Besides the `two_step_extract` method, `MinerUClient` also provides other APIs
for interacting with the model. Following are the main APIs:

```python
class MinerUClient:

    def layout_detect(self, image: Image.Image) -> list[ContentBlock]:
        ...

    def batch_layout_detect(self, images: list[Image.Image]) -> list[list[ContentBlock]]:
        ...

    async def aio_layout_detect(self, image: Image.Image) -> list[ContentBlock]:
        ...

    async def aio_batch_layout_detect(self, images: list[Image.Image]) -> list[list[ContentBlock]]:
        ...

    def two_step_extract(self, image: Image.Image) -> list[ContentBlock]:
        ...

    def batch_two_step_extract(self, images: list[Image.Image]) -> list[list[ContentBlock]]:
        ...

    async def aio_two_step_extract(self, image: Image.Image) -> list[ContentBlock]:
        ...

    async def aio_batch_two_step_extract(self, images: list[Image.Image]) -> list[list[ContentBlock]]:
        ...
```

## Limitations

The `transformers` backend is slow and not suitable for production use.

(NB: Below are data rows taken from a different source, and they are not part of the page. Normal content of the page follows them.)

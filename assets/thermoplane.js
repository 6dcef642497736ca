/* Thermoplane: small browser-side helpers (hover readout, URL, image export). */
window.dash_clientside = Object.assign({}, window.dash_clientside, {
  thermoplane: {
    hover: function (h, store, labels) {
      if (!h || !h.points || !h.points.length || !labels) { return "Hover over the map to read a point."; }
      var p = h.points[0];
      if (p.x === undefined || p.y === undefined) { return window.dash_clientside.no_update; }
      var parts = ["log ρ = " + Number(p.x).toFixed(2), "log T = " + Number(p.y).toFixed(2),
                   "ρ = " + Math.pow(10, p.x).toPrecision(3) + " g cm⁻³", "T = " + Math.pow(10, p.y).toPrecision(3) + " K"];
      var q = store && store.view ? store.view.quantity : null;
      var code = p.customdata;
      if (code === undefined || code === null) {
        var gd = document.querySelector("#plane-graph .js-plotly-plot");
        var t = gd && gd._fullData ? gd._fullData.find(function (d) { return d.type === "heatmap"; }) : null;
        var pn = p.pointNumber;
        if (t && t.customdata && Array.isArray(pn) && t.customdata[pn[0]]) { code = t.customdata[pn[0]][pn[1]]; }
      }
      var gdh = document.querySelector("#plane-graph .js-plotly-plot");
      var tr = gdh && gdh.data ? gdh.data[p.curveNumber] : null;
      if (tr && tr.meta === "unphysical") {
        parts.push("no physical value here: P ≤ 0 with these options (the Coulomb term exceeds the ideal pressure)");
        return parts.join("   ·   ");
      }
      if (q === "impact_which" && p.z !== undefined && p.z !== null && labels.impact_categories) {
        var k = Number(p.z);
        parts.push("matters most: " + (isFinite(k) && labels.impact_categories[k] !== undefined ? labels.impact_categories[k] : "—"));
      } else if (q && q !== "regime" && p.z !== undefined && p.z !== null) {
        var z = Number(p.z);
        var names = labels.categories ? labels.categories[q] : null;
        var unit = labels.asinh ? labels.asinh[q] : undefined;
        if (unit !== undefined && isFinite(z)) { z = unit * Math.sinh(z); }
        parts.push((labels.quantities[q] || q) + " = " + (!isFinite(z) ? "—" : (names && names[Math.round(z)] !== undefined ? names[Math.round(z)] : z.toPrecision(4))));
      }
      if (code !== undefined && code !== null && labels.regimes[code] !== undefined) {
        parts.push("regime: " + labels.regimes[code]);
      }
      return parts.join("   ·   ");
    },
    pinTrackRow: function (click) {
      var nu = window.dash_clientside.no_update;
      if (!click || !click.points || !click.points.length) { return [nu, nu]; }
      var p = click.points[0];
      var gd = document.querySelector("#plane-graph .js-plotly-plot");
      var t = gd && gd.data ? gd.data[p.curveNumber] : null;
      var meta = t && typeof t.meta === "string" ? t.meta : "";
      if (meta.indexOf("track:") !== 0) { return [nu, nu]; }
      var parts = meta.split(":"), id = parts[1], kind = parts[2] || "line", row = null, c = p.customdata;
      if (kind === "line" && Array.isArray(c)) { row = Number(c[0]); }
      else if (kind === "ends") { row = Number(c); }
      else if (kind === "crossings" && Array.isArray(c)) { row = parseInt(String(c[1]), 10); }
      if (row === null || !isFinite(row)) { return [nu, nu]; }
      return [row, id];
    },
    /* Sliders beside the X, Y, Z boxes. The boxes are the source of truth (the view and the URL read
       them). sliderToBox: while the hand moves, a slider's drag_value goes into the "comp-drag" store only
       ({drag: true, key, value}); the map callback draws a coarse preview for that value (one request,
       which waits for no other callback). On release, the slider's value writes its box and ends the drag,
       so the map draws at full resolution and the URL follows. boxToSlider: a box typed by hand moves its
       slider (not while that slider's hand is moving). Two callbacks, never a loop: each writes only what
       differs from what is there.
       Flow control: at most PREVIEW_SLOTS previews in flight, each on its own server callback (the map's,
       fed by the store "comp-drag", and a second one, "comp-drag-b"): a newer request for the same callback
       makes Dash drop the answer of the one in flight, so one callback can have only one; with two, the
       server computes the next preview while the page draws the last. The newest position waits in
       window.__tpDrag; mapDrawn (on each new map the plot has drawn: plotly_afterplot) sends it at once. */
    sliderToBox: function (dx, dy, dz, sx, sy, sz, bx, by, bz, drag, zauto) {
      var nu = window.dash_clientside.no_update;
      var tp = window.dash_clientside.thermoplane;
      var keys = ["X", "Y", "Z"], boxes = [bx, by, bz], drags = [dx, dy, dz], sliders = [sx, sy, sz];
      var out = [nu, nu, nu, nu];
      var trig = (window.dash_clientside.callback_context.triggered || []).map(function (t) { return t.prop_id; });
      var dragging = !!(drag && drag.drag);
      var st = tp.dragState();
      var k, i;
      /* release first: the slider may report its last drag_value together with its value */
      for (i = 0; i < 3; i++) {
        k = keys[i];
        if (trig.indexOf("comp-" + k + "-slider.value") >= 0 && typeof sliders[i] === "number") {
          /* the slider following a box typed by hand (boxToSlider, clamped to 0..1) is no release: a typed
             -0.5 stays in its box, where the map's message says what is allowed */
          var typed = Number(boxes[i]);
          if (!(dragging && drag.key === k) && boxes[i] !== null && boxes[i] !== "" && isFinite(typed)
              && tp.same(Math.min(Math.max(typed, 0), 1), sliders[i])) { return out; }
          var held = dragging || st.slots.length > 0;
          st.latest = null; st.sent = null; st.slots = [];
          /* a preview of the second callback still on its way is dropped: that callback is asked again */
          if (held) { window.dash_clientside.set_props("comp-drag-b", {data: {drag: false, key: k, t: Date.now()}}); }
          if (!tp.same(tp.tidy(sliders[i]), boxes[i])) { out[i] = tp.tidy(sliders[i]); }
          /* with "Z = 1 − X − Y" ticked, Z goes with X or Y (as the rule on the server would write it), so
             the map is drawn once, for both */
          var auto = (zauto || []).indexOf("auto") >= 0;
          if (auto && out[i] !== nu && k !== "Z") {
            var x = i === 0 ? out[0] : Number(bx), y = i === 1 ? out[1] : Number(by);
            var z = Math.round((1 - x - y) * 1e10) / 1e10;
            if (isFinite(z) && z >= 0 && !tp.same(z, Number(bz))) { out[2] = z; }
          }
          if (dragging || out[i] !== nu) { out[3] = {drag: false, key: k, t: Date.now()}; }
          return out;
        }
      }
      for (i = 0; i < 3; i++) {
        k = keys[i];
        if (trig.indexOf("comp-" + k + "-slider.drag_value") >= 0 && typeof drags[i] === "number") {
          /* a drag_value equal to the slider's value is the release echoed (or a box typed), not a hand */
          if (tp.same(drags[i], sliders[i]) && !(dragging && drag.key === k)) { return out; }
          st.latest = {key: k, value: tp.tidy(drags[i])};
          tp.watchMap();
          var next = tp.nextPreview();
          if (next && next.store === "comp-drag") { out[3] = next.data; }
          else if (next) { window.dash_clientside.set_props(next.store, {data: next.data}); }
          return out;
        }
      }
      return out;
    },
    /* The drag's memory in this page: the newest position (latest), the last one asked for (sent) and the
       previews on their way (slots: {store, t}, oldest first). */
    dragState: function () {
      if (!window.__tpDrag) { window.__tpDrag = {latest: null, sent: null, slots: []}; }
      return window.__tpDrag;
    },
    same: function (a, b) { return typeof a === "number" && typeof b === "number" && Math.abs(a - b) < 1e-12; },
    tidy: function (v) { return Math.round(v * 1e6) / 1e6; },       /* 0.30000000000000004 -> 0.3 */
    PREVIEW_SLOTS: 2,
    PREVIEW_STORES: ["comp-drag", "comp-drag-b"],
    /* {store, data} that asks for the next preview, or null: nothing new, or every slot busy (an answer
       lost or refused frees its slot after PREVIEW_WAIT ms). */
    PREVIEW_WAIT: 3000,
    nextPreview: function () {
      var tp = window.dash_clientside.thermoplane, st = tp.dragState(), now = Date.now();
      st.slots = st.slots.filter(function (s) { return now - s.t < tp.PREVIEW_WAIT; });
      var l = st.latest;
      if (!l || st.slots.length >= tp.PREVIEW_SLOTS) { return null; }
      if (st.sent && st.sent.key === l.key && tp.same(st.sent.value, l.value)) { return null; }
      var busy = st.slots.map(function (s) { return s.store; });
      var store = tp.PREVIEW_STORES.filter(function (name) { return busy.indexOf(name) < 0; })[0];
      st.sent = l;
      st.slots.push({store: store, t: now});
      return {store: store, data: {drag: true, key: l.key, value: l.value, t: now}};
    },
    /* A new map was drawn (or the map's messages arrived): the oldest slot is free; if the hand moved since,
       ask for its newest position now (set_props: the drag stores are inputs of the map callbacks, so no
       callback may output them here). */
    mapDrawn: function () {
      var tp = window.dash_clientside.thermoplane, st = tp.dragState();
      st.slots.shift();
      var next = tp.nextPreview();
      if (next) { window.dash_clientside.set_props(next.store, {data: next.data}); }
      return window.dash_clientside.no_update;
    },
    /* Listen to the plot itself for new maps (once per plot): a Dash callback on the figure would cost the
       page a pass over every component for each preview. Only a new shaded trace counts (a zoom or a
       legend click redraws the same map). */
    watchMap: function () {
      var gd = document.querySelector("#plane-graph .js-plotly-plot");
      if (!gd || gd.__tpWatched || typeof gd.on !== "function") { return; }
      gd.__tpWatched = true;
      var heat = function () { return gd.data ? gd.data.find(function (d) { return d.type === "heatmap"; }) : null; };
      gd.__tpShown = heat();
      gd.on("plotly_afterplot", function () {
        var t = heat();
        if (t && t !== gd.__tpShown) { gd.__tpShown = t; window.dash_clientside.thermoplane.mapDrawn(); }
      });
    },
    boxToSlider: function (bx, by, bz, sx, sy, sz, drag) {
      var nu = window.dash_clientside.no_update;
      var keys = ["X", "Y", "Z"], boxes = [bx, by, bz], sliders = [sx, sy, sz];
      var out = [nu, nu, nu];
      var dragging = !!(drag && drag.drag);
      for (var i = 0; i < 3; i++) {
        if (dragging && drag.key === keys[i]) { continue; }   /* the box follows this slider's hand */
        var v = Number(boxes[i]);
        if (boxes[i] !== null && boxes[i] !== "" && isFinite(v)) {
          v = Math.min(Math.max(v, 0), 1);
          if (!(typeof sliders[i] === "number" && Math.abs(v - sliders[i]) < 1e-12)) { out[i] = v; }
        }
      }
      return out;
    },
    writeUrl: function (store) {
      if (!store || store.query === undefined) { return window.dash_clientside.no_update; }
      var url = window.location.pathname + store.query;
      if (window.location.search !== store.query) { window.history.replaceState(null, "", url); }
      return window.location.origin + url;
    },
    image: function (n, fmt) {
      var gd = document.querySelector("#plane-graph .js-plotly-plot");
      if (!n || !gd || !window.Plotly) { return window.dash_clientside.no_update; }
      window.Plotly.downloadImage(gd, {format: fmt, scale: 3, filename: "thermoplane-map",
                                       width: gd.clientWidth, height: gd.clientHeight});
      return "saved as " + fmt.toUpperCase();
    }
  }
});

The `MinerUClient` only supports standalone image(s) as input.
PDF and DOCX files are not planned to be supported.
Cross-page and cross-document operations are not planned to be supported, too.

For production use cases, please use [MinerU](https://github.com/opendatalab/mineru),
which is a more complete toolkit for document analyzing and data extraction.